— Господь нас сохрани от того, чтобы ввязываться в такие состязания: мы его приглашаем, он отвечает нам тем же, потом, чтобы не остаться в долгу, мы должны снова его угостить, и так до тех пор, пока не опустеет наша кладовая и не оголятся полки винного погреба… В этой игре, милый братец, мы, вне всякого сомнения проиграем, так что лучше каждому оставаться у себя, всем это пойдет только на пользу!
— Разве тебе не лестно, что такой высокопоставленный человек открывает перед нами двери своего дома?

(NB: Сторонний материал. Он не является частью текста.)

"""A quick "is this keyed text allowed?" for one field, on the keying screen's key path.

``core.values.parse`` is the rule (comparison uses the same), but it is
built for whole columns and pays pandas' per-call overhead: several
milliseconds for one value, and seconds for reviewing a 300-field form. This
answers the common case (plain ASCII integers, numbers and code lists) in
microseconds, and says "ask ``parse``" for anything else (dates, other
scripts, very long numbers). It only ever answers "allowed"; when a text
looks wrong, the caller asks ``parse`` for the real verdict and its message,
so a slip here can hide a warning but never invent one.
``tests/test_keying_checks.py`` holds it to ``parse`` on generated texts.
"""

from __future__ import annotations

import functools
import re
import unicodedata

from core.codebook import Variable

_INTEGER = re.compile(r"[+-]?[0-9]+")
_NUMBER = re.compile(r"[+-]?([0-9]+([.,][0-9]*)?|[.,][0-9]+)")
_LONGEST = 15  # beyond this, float rounding could differ from pandas' reading


class QuickCheck:
    """``allowed(text)``: True when ``text`` is surely allowed; None when unsure."""

    def __init__(self, var: Variable):
        self.var = var
        self.usable = var.type in ("integer", "number", "string")
        self.codes = self._canonical_set(var.code_values)
        self.missing = self._canonical_set(var.missing_values)
        if self.codes is None or self.missing is None:
            self.usable = False

    def _canonical_set(self, values: tuple[str, ...]) -> set[str] | None:
        out = set()
        for v in values:
            c = self.canonical(v)
            if c is None:
                return None
            out.add(c)
        return out

    def canonical(self, text: str) -> str | None:
        """Canonical text as ``core.values`` writes it; None when not sure or not of the type."""
        if not text.isascii() or len(text) > _LONGEST:
            return None
        s = unicodedata.normalize("NFC", text).strip()
        kind = self.var.type
        if kind == "string":
            return s
        if kind == "integer":
            if not _INTEGER.fullmatch(s):
                return None
            s = s.lstrip("+")
            sign = "-" if s.startswith("-") else ""
            digits = s.lstrip("-").lstrip("0") or "0"
            return "0" if digits == "0" else sign + digits
        if kind == "number":
            if not _NUMBER.fullmatch(s):
                return None
            r = repr(float(s.replace(",", ".")))
            return "0.0" if r == "-0.0" else r
        return None

    def allowed(self, text: str) -> bool | None:
        if not self.usable or not text.strip():
            return None
        canon = self.canonical(text)
        if canon is None:
            return None
        if canon in self.missing:
            return True
        if self.codes and canon not in self.codes:
            return None
        var = self.var
        if var.type in ("integer", "number"):
            x = float(canon)
            if (var.min is not None and x < var.min) or (var.max is not None and x > var.max):
                return None
        return True

    def is_missing_code(self, text: str) -> bool:
        """Whether ``text`` is one of the variable's declared missing codes (``09`` is ``9``)."""
        if not self.var.missing_values or not text.strip():
            return False
        canon = self.canonical(text) if self.missing is not None else None
        if canon is not None:
            return canon in self.missing
        # Dates, other scripts: the rule itself decides (rare, so its cost is fine).
        from core.values import parse

        return parse(self.var, text).canonical in self._parsed_missing

    @functools.cached_property
    def _parsed_missing(self) -> set[str]:
        from core.values import parse

        return {parse(self.var, code).canonical for code in self.var.missing_values}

Младший брат пожал плечами:
— В наши-то двери он давно вошел! Ох, ничего тут не поделаешь, только чует мое сердце, что это приглашение — просто ловушка, и ничего больше. Говорю тебе, если бы ты подумал получше, ты бы и сам понял, что знатные господа одной рукой дают, другой отбирают, и что регент, подарив тебе возможность заработать тысячу флоринов, все равно что выплатил жалованье еще одному слуге в своем доме, попросту сделал так, чтобы ты до конца жизни был ему обязан. Словом, твой благодетель всего-навсего провернул выгодное дельце!
Виллему было горько это слышать. Он едва не поддался соблазну вытащить из кармана луковицу и похвастаться… нет, конечно, не столько щедротами ректора, сколько собственной способностью их привлекать, — но потом побоялся проявить неуместное тщеславие. Хотя какое ему, в конце концов, дело до мнения младшего брата! Он уже развернулся и хотел идти в дом, но его остановил насмешливый взгляд Яспера.
— Ты что, смеешься надо мной?
— Разве?
— Я видел, как у тебя дрогнули губы!
Старший Деруик быстро и крепко ухватился двумя пальцами за пуговицу жилета младшего, так что сделай тот шаг — она с треском отлетела бы, а в жилете образовалась бы дырка, потому Яспер не пошевелился, только черты его лица отвердели.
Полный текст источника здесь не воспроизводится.